Aggregations blowing up client node (OOM)

We have a daily index with about 30K unique devices.
From Kibana we request the unique counts per day, per version.
If the date range is large enough, the client node gets an out of memory, and the node should be restarted.

I saw that it is still not possible to have a request breaker for a client node (see
Improved Request Circuit Breaker

The query that is done by Kibana is basically an _msearch, with a lot of indexes. I guess that this is one part of the problem (requesting them all together)

My question is: what options do I have to limit the memory usage for the aggregations?

Below is the query:

{
  "query": {
    "filtered": {
      "query": {
        "query_string": {
          "query": "*",
          "analyze_wildcard": true
        }
      },
      "filter": {
        "bool": {
          "must": [
            {
              "query": {
                "query_string": {
                  "query": "Country:CZ",
                  "analyze_wildcard": true
                }
              }
            },
            {
              "range": {
                "ts": {
                  "gte": 1456483506632,
                  "lte": 1457088306632,
                  "format": "epoch_millis"
                }
              }
            }
          ],
          "must_not": []
        }
      }
    }
  },
  "size": 0,
  "aggs": {
    "2": {
      "date_histogram": {
        "field": "ts",
        "interval": "1h",
        "time_zone": "GMT+0",
        "min_doc_count": 1,
        "extended_bounds": {
          "min": 1456483506626,
          "max": 1457088306626
        }
      },
      "aggs": {
        "3": {
          "terms": {
            "field": "version",
            "size": 5,
            "order": {
              "1": "desc"
            }
          },
          "aggs": {
            "1": {
              "cardinality": {
                "field": "deviceid",
                "precision_threshold": 30000
              }
            }
          }
        }
      }
    }
  }
}

To me it looks like you are requesting it per hour and not per day as you describe, which will probably result in a large number of buckets.

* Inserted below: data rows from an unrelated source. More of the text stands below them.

/** A process is covered only by a test welded with it; short-circuiting GMAW follows the GMAW column. */
import { setRange } from '../../../ranges/set.ts'
import { list } from '../../common/wording.ts'
import type { Rule } from '../../rule.ts'
import { ownMeta } from '../meta.ts'

export const process: Rule = {
  meta: ownMeta('process', 'Welding process', 'Clause 6', 'memory', 'Clause 6, qualification by process; scope of the rules read in 2000 (3.2.1, 3.2.2)', 'A welding process is covered only by a test weld made with that process.', { withoutCoupon: true }),
  field: 'process',
  at: 'block',
  label: 'Welding process',
  range: (_context, side) => ({ range: setRange(side.block?.process ? [side.block.process] : []), tested: side.block?.process ?? null, reason: 'Another process is never covered.' }),
  check(context, sides) {
    const asked = context.block?.process
    if (!asked) return null
    if (sides.length > 0) return { verdict: 'within', sentence: `${asked} was welded on ${list([...new Set(sides.map((side) => side.coupon.number))])}.`, asked: [asked], range: setRange([asked]) }
    const plan = { kind: 'plan-coupon' as const, label: `Weld a coupon with ${asked}`, requirement: `A coupon welded with ${asked}.` }
    if (context.coupons.length === 0) return { verdict: 'cannot-tell', sentence: 'No coupon is linked, so no test supports this process.', asked: [asked], range: null, missing: [`a coupon welded with ${asked}`], fixes: [plan] }
    const unstated = context.coupons.filter((coupon) => coupon.content.variables.processes.some((block) => block.process === null))
    if (unstated.length > 0) return { verdict: 'cannot-tell', sentence: `${list(unstated.map((coupon) => coupon.number))} does not record its process.`, asked: [asked], range: null, missing: unstated.map((coupon) => `${coupon.number}: process`), fixes: [plan] }
    const had = [...new Set(context.coupons.flatMap((coupon) => coupon.content.variables.processes.flatMap((block) => block.process ?? [])))]
    return { verdict: 'outside', sentence: `${asked} is not covered: ${list(context.coupons.map((coupon) => coupon.number))} ${context.coupons.length > 1 ? 'were' : 'was'} welded with ${list(had)}.`, asked: [asked], range: setRange(had), tested: had, fixes: [plan] }
  },
}
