/** Published cases of AWS D1.1, each through the engine. */
import { describe, expect, test } from 'vitest'
import type { CouponContent, Position, WeldingVariables } from '@shared/schemas/welding.ts'
import { qualifyCoupon } from '@shared/assessment/assess.ts'
import { bendJudgement } from '@shared/standards/aws-d1-1/acceptance.ts'
import { details, fitUp, readDesignation, weldSize } from '@shared/standards/aws-d1-1/prequalified/joint-details.ts'
import { interval, quantity } from '@shared/units/convert.ts'
import all from '../../../../fixtures/cases/aws-structural-procedure.json' with { type: 'json' }
import disputed from '../../../../fixtures/cases/disputed.json' with { type: 'json' }
import { bend, coupon, ends, finding, first, judge, pair, procedure, tension, visual, type Arc, type Given } from './records.ts'

interface Case { id: string; standard: string; edition: string; title: string; given: Record<string, unknown>; expect: Record<string, unknown>; source: string; basis: string }
const cases = (all as unknown as Case[]).filter(({ standard }) => standard.includes('D1.1'))
const num = (value: unknown): number => Number(value)

const metal = (text: string): { specification: string; grade: string | null } => {
  const found = /^(?:ASTM\s+)?([A-Z]\d+)\s*(?:Gr\s+)?(\w+)?/.exec(text.replace(/\s*\(.*\)$/, ''))
  return { specification: `ASTM ${found?.[1] ?? ''}`, grade: found?.[2] ?? null }
}
const setMetal = (variables: WeldingVariables, a: string, b = a): void => {
  Object.assign(variables.baseMetals.a, metal(a))
  Object.assign(variables.baseMetals.b, metal(b))
}
const PLACE: Record<string, { groove: Position; fillet: Position }> = { F: { groove: '1G', fillet: '1F' }, H: { groove: '2G', fillet: '2F' }, V: { groove: '3G', fillet: '3F' }, OH: { groove: '4G', fillet: '4F' } }
const TRANSFER: Record<string, 'short-circuiting' | 'pulsed-spray'> = { 'short-circuit': 'short-circuiting', 'pulsed spray': 'pulsed-spray' }

/** A draft judged as prequalified, and the finding of one condition. */
const prequalified = (one: Case, given: Given, rule: string) => {
  const draft = procedure(given)
  return finding(judge(draft, [], one.edition, 'prequalified'), `prequalified-${rule}`)
}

Yes, you are right. But even with '1d' as interval, the problem occurs, it only happens later.
Yes, limiting the #buckets is of course the first possibility, but I was looking if there are options to make the whole thing more efficient. Like maybe with execution_options.

As you are grouping by device ID and are using a cardinality aggregation with high precision, have you considered using routing based on the device ID when indexing in order to get all records related to a single device ID located in a single shard?

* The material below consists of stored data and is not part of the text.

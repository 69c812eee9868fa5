import { describe, expect, test } from 'vitest'
import { coupon, judge, problems, procedure, type Arc } from './records.ts'

describe('a procedure like its coupon', () => {
  const arcs: Arc[] = ['SMAW', 'SAW', 'GMAW', 'FCAW', 'GTAW']
  test.each(arcs.flatMap((process) => [false, true].flatMap((toughness) => (['SI', 'US'] as const).map((system) => ({ process, toughness, system })))))('is within: $process, CVN $toughness, $system', ({ process, toughness, system }) => {
    const given = { processes: [process], toughness, system }
    expect(problems(judge(procedure(given), [coupon(given)]))).toEqual([])
    expect(judge(procedure(given), [coupon(given)]).verdict).toBe('within')
  })
})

Yes, I did. But I didn't implement it, because I wasn't sure if that will help.
Is ES smart enough to 'know' that it can simply add the counts because the tokens are unique per shard?

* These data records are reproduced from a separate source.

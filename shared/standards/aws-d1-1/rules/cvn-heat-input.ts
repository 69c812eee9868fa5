/** Table 6.7: heat input may not rise above that of the test. V × A × 60 / travel speed, without an arc efficiency factor. */
import { heatInputMeter } from '../../../calculations/heat-input.ts'
import { between, closed, numericRange, UNKNOWN, UNLIMITED, unknownNumeric } from '../../../ranges/numeric.ts'
import type { Interval } from '../../../schemas/common.ts'
import type { Electrical, ProcessBlock } from '../../../schemas/welding.ts'
import type { UnitSystem } from '../../../units/types.ts'
import { figures, inUnitOf, tidy, unitOf } from '../../common/reading.ts'
import { figureRule } from '../../common/rule-kinds.ts'
import { cannotTell, show } from '../../common/wording.ts'
import type { CouponSide, Rule } from '../../rule.ts'
import { meta } from '../meta.ts'

interface Spread { sure: number; most: number }

const shown = (kJmm: number, system: UnitSystem): number => tidy(inUnitOf(kJmm, 'heatInput', system))

/** From readings that may be spread: at their middle, and at the hottest corner. */
function fromReadings(voltage: Interval | null, current: Interval | null, travelSpeed: Interval | null, system: UnitSystem): Spread | null {
  const [V, A, v] = [figures(voltage, 'voltage', 'SI'), figures(current, 'current', 'SI'), figures(travelSpeed, 'travelSpeed', 'SI')]
  const [vLow, vHigh, aLow, aHigh, sLow, sHigh] = [V.min ?? V.max, V.max ?? V.min, A.min ?? A.max, A.max ?? A.min, v.min ?? v.max, v.max ?? v.min]
  if (vLow === null || vHigh === null || aLow === null || aHigh === null || sLow === null || sHigh === null || sLow <= 0) return null
  return {
    sure: shown(heatInputMeter({ voltage: (vLow + vHigh) / 2, current: (aLow + aHigh) / 2, travelSpeed: (sLow + sHigh) / 2 }), system),
    most: shown(heatInputMeter({ voltage: vHigh, current: aHigh, travelSpeed: sLow }), system),
  }
}

function stated(electrical: Electrical, system: UnitSystem): number | null {
  const { min, max, fault } = figures(electrical.heatInput, 'heatInput', system)
  return fault ? null : (max ?? min)
}

/** The hottest corner of the block and of every pass; what a pass leaves out it takes from the block. Null where one of them gives none. */
function hottest({ electrical, passes }: ProcessBlock, system: UnitSystem): number | null {
  const own = fromBlock(electrical, system)
  const each = passes.map((pass) => fromReadings(pass.voltage ?? electrical.voltage, pass.current ?? electrical.current, pass.travelSpeed ?? electrical.travelSpeed, system))
  const all = own ? [own, ...each] : each
  const told = all.filter((one) => one !== null)
  return told.length === 0 || told.length < all.length ? null : Math.max(...told.map(({ most }) => most))
}

const fromBlock = (electrical: Electrical, system: UnitSystem): Spread | null => fromReadings(electrical.voltage, electrical.current, electrical.travelSpeed, system)

/** As recorded, else the largest of the run sheet, else from the block's readings. */
function tested(side: CouponSide, system: UnitSystem): Spread | null {
  if (!side.block) return null
  const { electrical, id } = side.block
  const own = stated(electrical, system)
  if (own !== null) return { sure: own, most: own }
  const rows = side.coupon.content.runSheet.flatMap((row) => (row.processId === id ? (fromReadings(row.voltage, row.current, row.travelSpeed, system) ?? []) : []))
  if (rows.length > 0) return { sure: Math.max(...rows.map(({ sure }) => sure)), most: Math.max(...rows.map(({ most }) => most)) }
  return fromBlock(electrical, system)
}

/** A heat treatment that refines the grain lifts the limit. */
const refines = (condition: string | null): boolean => condition === 'above-upper-transformation' || condition === 'above-upper-then-below-lower'

const base = figureRule({
  meta: meta('cvn_heat_input'),
  field: 'electrical.heatInput',
  at: 'block',
  label: 'heat input',
  dimension: 'heatInput',
  asked(context) {
    if (!context.block) return null
    if (figures(context.block.electrical.heatInput, 'heatInput', context.system).fault) return 'fault'
    const own = stated(context.block.electrical, context.system) ?? hottest(context.block, context.system)
    return own === null ? null : { min: 0, max: own }
  },
  range(context, side) {
    const unit = unitOf('heatInput', context.system)
    if (refines(side.variables.pwht.condition) && (context.procedure === null || refines(context.procedure.pwht.condition))) return { range: between('heatInput', unit, UNLIMITED, UNLIMITED), tested: null, reason: 'A grain-refining heat treatment after welding lifts the limit.' }
    const had = tested(side, context.system)
    if (!had) return { range: unknownNumeric('heatInput', unit), tested: null, reason: `${side.coupon.number} does not give its heat input.`, missing: [`${side.coupon.number}: electrical.heatInput`] }
    const sure = { lower: UNLIMITED, upper: closed(had.sure) }
    if (had.most <= had.sure) return { range: numericRange('heatInput', unit, [sure]), tested: had.sure, reason: `${show(had.sure, unit)} is the most.` }
    return { range: numericRange('heatInput', unit, [sure, { lower: UNLIMITED, upper: UNKNOWN }]), tested: had.sure, reason: `The readings are spread: ${show(had.sure, unit)} was surely reached, ${show(had.most, unit)} is the most that they allow.`, missing: [`${side.coupon.number}: electrical.heatInput`] }
  },
})

export const cvnHeatInput: Rule = {
  ...base,
  check(context, sides, joined) {
    const judged = base.check(context, sides, joined)
    if (!judged || !context.block || joined?.type !== 'numeric') return judged
    if (judged.field !== undefined && judged.asked === null) {
      return cannotTell("The procedure's highest heat input can't be told: neither a cap nor voltage, amperage and travel speed are stated.", ['procedure: electrical.heatInput'], { field: judged.field, range: joined, fixes: [{ kind: 'state', label: 'State a heat input cap', field: judged.field }] })
    }
    const most = sides.map((side) => tested(side, context.system)?.most ?? Infinity)
    const asked = judged.asked && !Array.isArray(judged.asked) && 'max' in judged.asked ? judged.asked.max : null
    if (judged.verdict === 'cannot-tell' && asked !== null && asked > Math.max(...most)) return base.check(context, sides, between('heatInput', unitOf('heatInput', context.system), UNLIMITED, closed(Math.max(...most))))
    return judged
  },
}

How many versions are there? How many do you typically see in a single day?

Sorry, I just saw you that the OOM is happening on the client node, not the data nodes. Instead of my previous question, could you tell us how many shards you are searching across? how many shards per daily index?

Also in your original post you said

How big does the date range need to be to see these OOM errors? In your query you are searching over 7 days, does this cause the OOM?

Note: The following is written assuming you are hitting OOM with the exact query you provided and without any knowledge of your ES version, current heap size, number of nodes, number of shards per daily index, or range of dates you are searching over. I have tried to show as much workings as possible so you can adapt things if some/all of my assumptions are not true.

To explain a little bit of why this aggregation might be taking up so much memory the following is a rough calculation of the memory the cardinality aggregation will require (note that the terms aggregation and date_histogram aggregation will also have a memory footprint but I am ignoring that for now):

Memory used by the cardinality aggregation for a single bucket[1]: 8 * precision_threshold bytes = 8 * 30000 bytes = 240,000 bytes = 234.375 kB

The histogram aggregation is asking for D days of data and you are returning 5 versions for each day, so the memory required to caculate the cardinalty across all the buckets is:

D * 5 * 234.375 kB = D * 1.144MB.

This is the memory footprint of the result of the cardinality aggregation returned by each shard. So if you have S shards per daily index, the client node will need:

(S + 1) * D * 1.144MB

Note: Since your indices are daily each shard should only return a single date histogram bucket to the client node. The extra 1 is for the resulting data structure after the shard results are reduced into the final result.

So if S is 5 (the default) and D is 365 the cardinality aggregation will require ~2GB of memory across all the buckets. If you have a small heap size set on your nodes (e.g. 4GB) I could see this causing an OOM especially if these queries are being run concurrently by different users.

The terms aggregation does have a collect_mode option and an execution_hint option which are designed to reduce the memory usage in particular situations but unfortunately they will not help here as they are options for reducing memory usage on the shard collection stage and not the reduce stage.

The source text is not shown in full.